Beyoncé made a surprise appearance at last night’s Council of Fashion Designer of America (CFDA) Awards in New York. The CFDA named her this year’s Fashion Icon—an honor that’s been bestowed upon stars such as Kate Moss, Rihanna, and Pharrell Williams in past years.
For Beyoncé, who wore a striped Givenchy suit and the broad-brimmed hat that’s quickly becoming a signature, the award was particularly poignant. Her fans are used to seeing the pop star sporting recognizable clothes by luxury labels: “I’m so reckless when I rock my Givenchy dress,” she growls in “Formation,” and fashion blogs write play-by-plays of every bodysuit, gown, and accessory Bey wears on stage, carpet, and screen.
But for the singer herself, that’s relatively new. She told the fashion royalty assembled at the awards show Monday (June 6) that designers wouldn’t dress her band Destiny’s Child—”four black, country, curvy girls.” Her mother, Tina Knowles, turned to her own “talent and creativity” to dress the young women (and even wrote a book about achieving that “bootylicious” style): “My mother and my uncle, God rest his soul, made all of our first costumes, individually sewing hundreds of crystals and pearls, putting so much passion and love into every small detail.”
“When I wore these clothes I felt like Khaleesi,” Beyoncé told the crowd. “I had an extra suit of armor. It was so much deeper than any brand name.”
Even as recently as two years ago.
New York Times’ fashion critic Vanessa Friedman wrote that “Beyoncé hasn’t moved, or influenced, the direction of fashion writ large,” when several of the singer’s costumes were put on display in the Rock and Roll Hall of Fame in Cleveland: She doesn’t worm her way into designers’ imaginations, the way Patti Smith and Courtney Love did. Her stylist has not become a well-known name in his own right, the way Nicola Formichetti has moved from working with Lady Gaga (who also won the CFDA Fashion Icon award in 2011) to becoming the creative director and frontman of Diesel.
Today, it’s hard to imagine that Beyoncé hasn’t “wormed her way into designers’ imaginations,” and Friedman herself recognized the deft way Beyoncé used fashion to support—but not overwhelm—her artistic message in this year’s visual album, “Lemonade.”
Here’s Beyoncé’s full speech (originally
published on Vogue Runway):
Thank you so much, Diane, for the things you just said about me.
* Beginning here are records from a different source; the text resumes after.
def analyse(c: Circuit, freqs, dense: bool | None = None) -> Noise:
    """The noise of ``c`` (small-signal parameters known) at ``freqs`` (Hz, positive).

    Examples
    --------
    >>> from solver import loads
    >>> c = loads("signal VS (a, gnd) 1 V, rs=1k\\nresistor R2 (a, gnd) 1k\\noutput (a, gnd)\\n")
    >>> nz = analyse(c, np.array([1e3]))
    >>> round(float(np.sqrt(nz.output_psd[0]) * 1e9), 4)  # sqrt(4 k 300 K * 500 ohm), nV/rtHz
    2.8782
    >>> round(float(nz.nf_db[0]), 4)  # R2 at 300 K against rs at 290 K: F = 1 + 300/290
    3.0845
    """
    freqs = np.atleast_1d(np.asarray(freqs, float))
    if not np.all(freqs > 0):
        raise ValueError("noise is computed at positive frequencies")
    sys_, R, r0 = _system(c)
    plan = _TransferPlan(noise_sources(c, sys_.stamper))
    srcs = plan.srcs  # in the plan's order: two-node generators, then one-node, then the rest
    n, K, F = sys_.stamper.size, len(srcs), freqs.size
    white = np.array([s.white for s in srcs])[None, :]
    flat = np.array([s.flat for s in srcs])[None, :]
    corner = np.array([s.corner for s in srcs])[None, :]
    sig_idx = [k for k, s in enumerate(srcs) if s.is_signal]
    t_sig = srcs[sig_idx[0]].temp if sig_idx else None

    gain = np.empty(F, complex)
    out_psd = np.zeros(F)
    sig_t0 = np.zeros(F)
    en2, in2 = np.zeros(F), np.zeros(F)
    corr = np.zeros(F, complex)
    power = np.zeros(K)
    last = None  # each generator's output PSD at the previous batch's last point (band integral)
    b = sys_.b
    step = max(1, _BATCH_BYTES // (16 * 3 * max(n, 1)))
    for k0 in range(0, F, step):
        fk = freqs[k0:k0 + step]
        nf = fk.size
        sl = slice(k0, k0 + nf)
        Y = fq.solve_many_adjoint(sys_, 2j * np.pi * fk, R, dense)  # (f, 3, n)
        sig = Y @ b + r0[None, :]  # the signal's v_out, v_in, i_in per unit, (f, 3)
        gain[sl] = sig[:, 0]
        with np.errstate(all="ignore"):
            a_e = sig[:, 1] / sig[:, 0]            # 1/Av
            a_i = sig[:, 2] / sig[:, 0]            # 1/(Av Rin)
            # the adjoint vectors of e_k = H_k/Av - v_k and i_k = H_k/(Av Rin) - j_k: the
            # combination is made once on n-vectors, not on every generator's transfers
            Y[:, 1] = Y[:, 0] * a_e[:, None] - Y[:, 1]
            Y[:, 2] = Y[:, 0] * a_i[:, None] - Y[:, 2]
        # the generators a block at a time, so that each block's transfers stay in cache
        kstep = max(4, _BLOCK_BYTES // (16 * 3 * nf))
        for j0 in range(0, K, kstep):
            j1 = min(K, j0 + kstep)
            H = plan.apply(Y, j0, j1)  # (f, 3, block)
            H0, e, i = H[:, 0], H[:, 1], H[:, 2]
            S = white[:, j0:j1] * (flat[:, j0:j1] + corner[:, j0:j1] / fk[:, None])  # (f, block)
            p_out = S * (H0.real ** 2 + H0.imag ** 2)
            out_psd[sl] += p_out.sum(axis=1)
            if F == 1:
                power[j0:j1] += p_out[0]
            elif last is None:
                power[j0:j1] += band_integral(fk, p_out)
            else:
                power[j0:j1] += band_integral(np.r_[freqs[k0 - 1], fk], np.vstack([last[None, j0:j1], p_out]))
            if j0 == 0:
                last_next = np.empty(K)
            last_next[j0:j1] = p_out[-1]
            own = [k - j0 for k in sig_idx if j0 <= k < j1]
            if own:
                sig_t0[sl] += p_out[:, own].sum(axis=1) * (T0 / t_sig)
                S[:, own] = 0.0  # the source's own rs is not part of en, in
            en2[sl] += (S * (e.real ** 2 + e.imag ** 2)).sum(axis=1)
            in2[sl] += (S * (i.real ** 2 + i.imag ** 2)).sum(axis=1)
            corr[sl] += (S * e * np.conj(i)).sum(axis=1)
        if K:
            last = last_next
    en2, in2, corr = _negligible(c, en2, in2, corr)
    with np.errstate(all="ignore"):
        input_psd = out_psd / np.abs(gain) ** 2
        sig_out = out_psd - sig_t0 * (t_sig / T0) if sig_idx else out_psd
        f_spot = np.where(sig_t0 > 0, 1 + sig_out / np.where(sig_t0 > 0, sig_t0, 1), np.inf)
        nf_db = 10 * np.log10(f_spot)
        rs_opt = np.sqrt(en2 / in2)
        f_min = 1 + (np.sqrt(en2 * in2) + corr.real) / (2 * BOLTZMANN * T0)
        nf_min_db = 10 * np.log10(f_min)
    nz = Noise(freqs, srcs, gain, out_psd, input_psd, en2, in2, corr, nf_db, rs_opt, nf_min_db, power,
               sig_t0, current_signal=c.signal.kind == "A")
    nz.at_index = _midband(freqs, gain)
    nz.totals = _totals(c, nz)
    return nz


class _TransferPlan:
    """B^T Y, the transfers of every generator from the adjoint solutions, as gathers.

    Most generators are a current between two nodes (b = e_b - e_a: H = Y[b] - Y[a]) or from a
    node to ground (H = +-Y[a]); those take one or two gathers and no products. The rest (an
    op-amp's en, whose injection is its own stamp's column) are summed entry by entry. The
    generators are put in that order (``srcs``), so each kind fills one slice of H.
    """

    def __init__(self, srcs: list[Source]):
        def kind(s):
            inj = s.injection
            if len(inj) == 2 and inj[0][1] == -1.0 and inj[1][1] == 1.0:
                return 0
            if len(inj) == 1 and inj[0][1] in (1.0, -1.0):
                return 1
            return 2
        kinds = [kind(s) for s in srcs]
        self.srcs = [s for k in (0, 1, 2) for s, kk in zip(srcs, kinds) if kk == k]
        self.n_pair = kinds.count(0)
        self.n_single = kinds.count(1)
        pairs = self.srcs[:self.n_pair]
        singles = self.srcs[self.n_pair:self.n_pair + self.n_single]
        self.rb = np.array([s.injection[1][0] for s in pairs], dtype=np.intp)
        self.ra = np.array([s.injection[0][0] for s in pairs], dtype=np.intp)
        self.r1 = np.array([s.injection[0][0] for s in singles], dtype=np.intp)
        self.neg = np.array([s.injection[0][1] < 0 for s in singles], dtype=bool)
        self.other = self.srcs[self.n_pair + self.n_single:]

    def apply(self, Y: np.ndarray, lo: int = 0, hi: int | None = None) -> np.ndarray:
        """Y (f, m, n) -> H (f, m, hi - lo), the transfers of generators lo to hi."""
        hi = len(self.srcs) if hi is None else hi
        p, q = self.n_pair, self.n_pair + self.n_single
        H = np.empty(Y.shape[:2] + (hi - lo,), complex)
        a, z = max(lo, 0), min(hi, p)
        if a < z:
            np.subtract(np.take(Y, self.rb[a:z], axis=2), np.take(Y, self.ra[a:z], axis=2),
                        out=H[:, :, a - lo:z - lo])
        a, z = max(lo, p), min(hi, q)
        if a < z:
            part = np.take(Y, self.r1[a - p:z - p], axis=2)
            neg = self.neg[a - p:z - p]
            if neg.any():
                part[:, :, neg] *= -1
            H[:, :, a - lo:z - lo] = part
        for k in range(max(lo, q), hi):
            H[:, :, k - lo] = sum(v * Y[:, :, r] for r, v in self.srcs[k].injection)
        return H


def _negligible(c: Circuit, en2, in2, corr):
    """Zero a generator that is round-off against the other one.

    An input at a virtual ground (an ideal op-amp's summing node) has Av -> infinity: its en
    is zero in the limit, and what the arithmetic leaves is round-off (1e-40 V/√Hz) that
    would make a meaningless correlation. Likewise in for an input that draws no current.
    The scale is the source resistance (or |Rin| when there is none): a generator whose
    share en^2 or Rs^2 in^2 is below 1e-20 of the other is taken as zero.
    """
    rs = c.signal.rs
    r = rs if 0 < rs < math.inf else 1.0
    tiny_e = en2 < 1e-20 * in2 * r * r
    tiny_i = in2 * r * r < 1e-20 * en2
    en2 = np.where(tiny_e, 0.0, en2)
    in2 = np.where(tiny_i, 0.0, in2)
    return en2, in2, np.where(tiny_e | tiny_i, 0j, corr)


def _midband(freqs: np.ndarray, gain: np.ndarray) -> int:
    """The index where the optimum is reported: the middle of the flat top of |gain| on the grid
    (the whole sweep for a frequency-independent circuit), else the sweep's middle point."""
    if freqs.size == 1:
        return 0
    run = fq._flat_run(freqs, gain)
    if run is None:
        return freqs.size // 2
    return run[len(run) // 2]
I feel so much love and I feel so proud. As long as I can remember, fashion has been part of my life. Its effect on me actually started before I was born. Many of you guys don’t know this, but my grandmother was a seamstress. My grandparents did not have enough money, they could not afford my mother’s Catholic school tuition. So my grandmother sewed clothes for the priests and the nuns and made uniforms for the students in exchange for my mother’s education. She then passed this gift onto my mother and taught her how to sew.
Starting out in Destiny’s Child, high-end labels didn’t really want to dress four black, country, curvy girls, and we couldn’t afford designer dresses and couture. My mother was rejected from every showroom in New York. But like my grandmother, she used her talent and her creativity to give her children their dreams. My mother and my uncle, God rest his soul, made all of our first costumes, individually sewing hundreds of crystals and pearls, putting so much passion and love into every small detail. When I wore these clothes I felt like Khaleesi. I had an extra suit of armor. It was so much deeper than any brand name.
My mother is fabulous and beautiful and she’s here tonight. My mother, my grandmother, and my uncle are always with me so I cannot fail. My mother actually designed my wedding dress, my prom dress, my first CFDA Award dress, my first Grammy dress, and the list goes on and on. And this to me is the true power and potential of fashion. It’s a tool for finding your own identity. It transcends style, and it’s a time capsule of all of our greatest milestones. So to my mother, my grandmother, my uncle, thank y’all. Thank you for showing me that having presence is about far more than the clothes you wear and your physical beauty. Thank you for showing me how to take risks, work hard, and live life on my own terms.
I want to say thank you to every designer who works tirelessly to make people think they can write their own story. Y’all are fairy godmothers, magicians, sculptors, and sometimes even our therapists. I encourage you to not forget this power you have or to take it lightly. We have the opportunity to contribute to a society where any girl can look at a billboard or magazine cover and see her own reflection. Soul has no color, no shape, no form. Just like all of your work, it goes far beyond what the eye can see. You have the power to change perception, to inspire and empower, and to show people how to embrace their complications, and see the flaws, and the true beauty and strength that’s inside all of us. Thank you so much for this incredible award, I’ll never forget this night. God bless you all. Thank you.